EXERCISE BRIEF.
Could you say how many lines below contain the word "refusal"? Give the number with no other text.
DATASET EXTRACT below:
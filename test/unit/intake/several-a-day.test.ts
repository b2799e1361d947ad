import { describe, expect, test } from 'vitest';
import { inspectFile } from '../../../lib/intake/inspect-file.ts';
import { dates, daysOf, read, refusal, withFile } from './reading.ts';

/** Rows of one station: a date, a clock time and a value, at equal steps through some days. */
function readings(
  days: readonly string[],
  stepMinutes: number,
  value: (minute: number, day: number) => string | null,
): string[] {
  return days.flatMap((date, day) =>
    Array.from({ length: 1440 / stepMinutes }, (_, at) => at * stepMinutes).flatMap((minute) => {
      const text = value(minute, day);
      const clock = `${String(Math.floor(minute / 60)).padStart(2, '0')}:${String(minute % 60).padStart(2, '0')}`;
      return text === null ? [] : [`${date} ${clock},${text}`];
    }),
  );
}

const table = (rows: readonly string[], header = 'datetime,flow_m3s') => `${header}\n${rows.join('\n')}\n`;

describe('a file of several values a day', () => {
  const days = dates('2001-02-27', 3);
  const hourly = readings(days, 60, (minute, day) => String(day * 100 + minute / 60));

  test('readFlows refuses it, with the interval and the number of values', async () => {
    const { problem } = await refusal(table(hourly));
    expect(problem).toMatchObject({ needs: 'daily-mean', row: 3, value: '2001-02-27' });
    expect(problem.message).toBe('the file has several values a day, mostly every 1 hour (24 on most days)');
    expect(problem.remedy).toContain('{"dailyMean": 0.8}');
  });

  test('readFlows takes daily means on demand: of 0, 1, …, 23 it is 11.5', async () => {
    const { report, days: means } = await read(table(hourly), { mapping: { dailyMean: 0.8 } });
    expect(means).toEqual({ '2001-02-27': [11.5, ''], '2001-02-28': [111.5, ''], '2001-03-01': [211.5, ''] });
    expect(report).toMatchObject({ rows: 72, accepted: 72, stations: [{ values: 3, missing: 0 }] });
  });

  test.each([
    ['below the share', 19, 0.8, Number.NaN],
    ['at the share', 18, 0.75, 8.5],
    ['above the share', 20, 0.8, 9.5],
  ])('a day %s', async (_, hours, share, expected) => {
    // The mean of 0 … n − 1 is (n − 1) / 2.
    const rows = readings(days, 60, (minute, day) => (day === 1 && minute >= hours * 60 ? null : String(minute / 60)));
    const { days: means, report } = await read(table(rows), { mapping: { dailyMean: share } });
    expect(means['2001-02-28'][0]).toBe(expected);
    expect(means['2001-02-27'][0]).toBe(11.5);
    expect(report.warnings.some((text) => /1 days with too few readings/.test(text))).toBe(Number.isNaN(expected));
  });

  test('missing readings cover nothing; flags are joined, and their text kept where it is the same all day', async () => {
    const rows = readings(days, 360, (minute, day) => {
      if (day === 0) return minute === 0 ? '-999,e' : '4,e';
      return day === 1 ? `2,${minute === 0 ? 'e' : 'P'}` : '-999,';
    });
    const text = table(rows, 'datetime,flow_m3s,flag');
    const { parts } = await read(text, { mapping: { dailyMean: 0.75 } });
    expect(daysOf(parts[0])).toEqual({
      '2001-02-27': [4, 'e'],
      '2001-02-28': [2, 'estimated provisional'],
      '2001-03-01': [Number.NaN, '-999'],
    });
    expect([...parts[0].codes].map((code) => parts[0].codeList[code].bits)).toEqual([1, 3, 0]);
    const strict = await read(text, { mapping: { dailyMean: 0.76 } });
    expect(strict.days['2001-02-27'][0]).toBeNaN();
  });

  test('a station that went from hours to quarters of an hour is averaged by either, month by month', async () => {
    const months = ['2001-01-01', '2001-02-01'].map((first) => dates(first, 28));
    const rows = [...readings(months[0], 60, () => '1'), ...readings(months[1], 15, () => '2')];
    const { report } = await read(table(rows), { mapping: { dailyMean: 1 } });
    expect(report.stations[0]).toMatchObject({ values: 56, missing: 0, min: 1, max: 2 });
  });

  test('two readings of a day of quarters of an hour do not make a day', async () => {
    const rows = readings(dates('2001-01-01', 10), 15, (minute, day) => (day !== 4 || minute % 720 === 0 ? '3' : null));
    const { report, days: means } = await read(table(rows), { mapping: { dailyMean: 0.5 } });
    expect(report.stations[0]).toMatchObject({ values: 9, missing: 1 });
    expect(means['2001-01-05'][0]).toBeNaN();
  });

  test('the day is that of the clock by which a time was written, whatever its offset', async () => {
    const rows = ['T00:15:00+13:45', 'T12:00:00Z', 'T23:45:00-11:00'].map((time, at) => `2001-01-01${time},${at + 1}`);
    const { days: means } = await read(table(rows), { mapping: { dailyMean: 0 } });
    expect(means).toEqual({ '2001-01-01': [2, ''] });
  });

  test('a time in a column of its own is found, and stations that come by turns are kept apart', async () => {
    const rows = dates('2001-01-01', 2).flatMap((date) =>
      ['06:00', '18:00'].flatMap((time, at) =>
        ['A', 'B'].map((code) => `${code},${date},${time},${at + (code === 'A' ? 1 : 10)}`),
      ),
    );
    const text = table(rows, 'station,date,time,flow_m3s');
    expect((await refusal(text)).problem.message).toContain('mostly every 12 hours');
    const { parts } = await read(text, { mapping: { dailyMean: 1 } });
    expect(parts.map(({ code, values }) => [code, ...values])).toEqual([
      ['A', 1.5, 1.5],
      ['B', 10.5, 10.5],
    ]);
  });

  test('hours and minutes in columns of their own are one time', async () => {
    const rows = [0, 15, 30, 45].flatMap((minute) => [5, 6].map((hour) => `2001,3,9,${hour},${minute},4`));
    const text = table(rows.sort(), 'year,month,day,hour,minute,flow_m3s');
    expect((await refusal(text)).problem.message).toContain('mostly every 15 minutes');
    // Eight quarters of an hour are a twelfth of a day.
    expect((await read(text, { mapping: { dailyMean: 0.083 } })).days).toEqual({ '2001-03-09': [4, ''] });
    expect((await read(text, { mapping: { dailyMean: 0.084 } })).report.stations[0].values).toBe(0);
  });

  test('readFlows finds readings that begin far behind the first rows, by their times', async () => {
    const daily = dates('1900-01-01', 30_000).map((date) => `${date} 09:00,5`);
    const late = readings(dates('2001-01-01', 2), 60, (minute) => String(minute));
    const { problem } = await refusal(table([...daily, ...late]));
    expect(problem.needs).toBe('daily-mean');
    const twice = await refusal(table([...daily, '1980-01-01 09:00,7']));
    expect(twice.problem.message).toContain('two unlike values for');
  });

  test('a reading that stands twice counts once', async () => {
    const rows = ['2001-01-01 00:00,1', '2001-01-01 12:00,4', '2001-01-01 12:00,4'];
    const { days: means, report } = await read(table(rows), { mapping: { dailyMean: 1 } });
    expect(means['2001-01-01'][0]).toBe(2.5);
    expect(report.warnings).toContain('1 readings stand twice; they were counted once.');
  });

  test('equal rows of one day without times are repeated rows, and unlike ones are readings', async () => {
    const four = Array.from({ length: 4 }, () => '2001-01-01,5');
    const { days: once, report } = await read(table(four, 'date,flow_m3s'));
    expect(once).toEqual({ '2001-01-01': [5, ''] });
    expect(report).toMatchObject({ rows: 4, accepted: 4, stations: [{ values: 1, duplicates: 3 }] });
    const blank = await read(table(['2001-01-01,', ...four], 'date,flow_m3s'));
    expect(blank.days).toEqual({ '2001-01-01': [5, ''] });
    const { problem } = await refusal(table(['2001-01-01,', ...four.slice(1), '2001-01-01,6'], 'date,flow_m3s'));
    expect(problem).toMatchObject({ needs: 'daily-mean', row: 3 });
    // Times make readings of them, whatever their values.
    const timed = await refusal(table(readings(['2001-01-01'], 360, () => '5')));
    expect(timed.problem.needs).toBe('daily-mean');
  });

  test('daily values stay what they are when daily means are asked for', async () => {
    const rows = dates('2001-01-01', 40).map((date, at) => `${date},${at / 8}`);
    const asked = await read(table(rows), { mapping: { dailyMean: 1 } });
    expect(asked.days).toEqual((await read(table(rows))).days);
  });
});

describe('a file of less than a value a day', () => {
  const every = (days: number, count: number) => dates('2001-01-01', days * count).filter((_, at) => at % days === 0);
  test.each([
    ['a month', Array.from({ length: 6 }, (_, at) => `2001-0${at + 1}-15`), 'one value a month'],
    ['a week', every(7, 6), 'one value a week'],
    ['a year', [1990, 1991, 1992, 1993].map((year) => `${year}-10-01`), 'one value a year'],
    ['ten days', every(10, 12), 'one value every 10 days'],
  ])('readFlows refuses one value %s as not daily', async (_, days, words) => {
    const { problem } = await refusal(
      table(
        days.map((date) => `${date},1`),
        'date,flow_m3s',
      ),
    );
    expect(problem.message).toBe(`the file is not of daily flows: at station gauge it has ${words}`);
  });

  test('readFlows and inspectFile refuse dates that are months', async () => {
    const text = table(['2001-01,1', '2001-02,2', '2001-03,3'], 'date,flow_m3s');
    expect((await refusal(text)).problem).toMatchObject({
      row: 2,
      message: 'the file is not of daily flows: its dates are months',
    });
    const seen = await withFile(text, (path) => inspectFile(path, { fileName: 'gauge.csv' }));
    expect(seen.problems.map(({ problem }) => problem.message)).toEqual([
      'the file is not of daily flows: its dates are months',
    ]);
  });

  test.each([
    ['three rows', ['2001-01-01', '2001-02-01', '2001-03-01']],
    ['uneven days', ['2001-01-01', '2001-01-20', '2001-03-01', '2001-03-03', '2001-06-09']],
    ['eleven rows every other day', every(2, 11)],
    ['daily values behind a few monthly ones', ['2001-01-01', '2001-02-01', '2001-03-01', '2001-04-01', '2001-04-02']],
  ])('readFlows takes %s', async (_, days) => {
    const { report } = await read(
      table(
        days.map((date) => `${date},1`),
        'date,flow_m3s',
      ),
    );
    expect(report.accepted).toBe(days.length);
  });
});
End of DATASET EXTRACT.
TASK RESPONSE.
10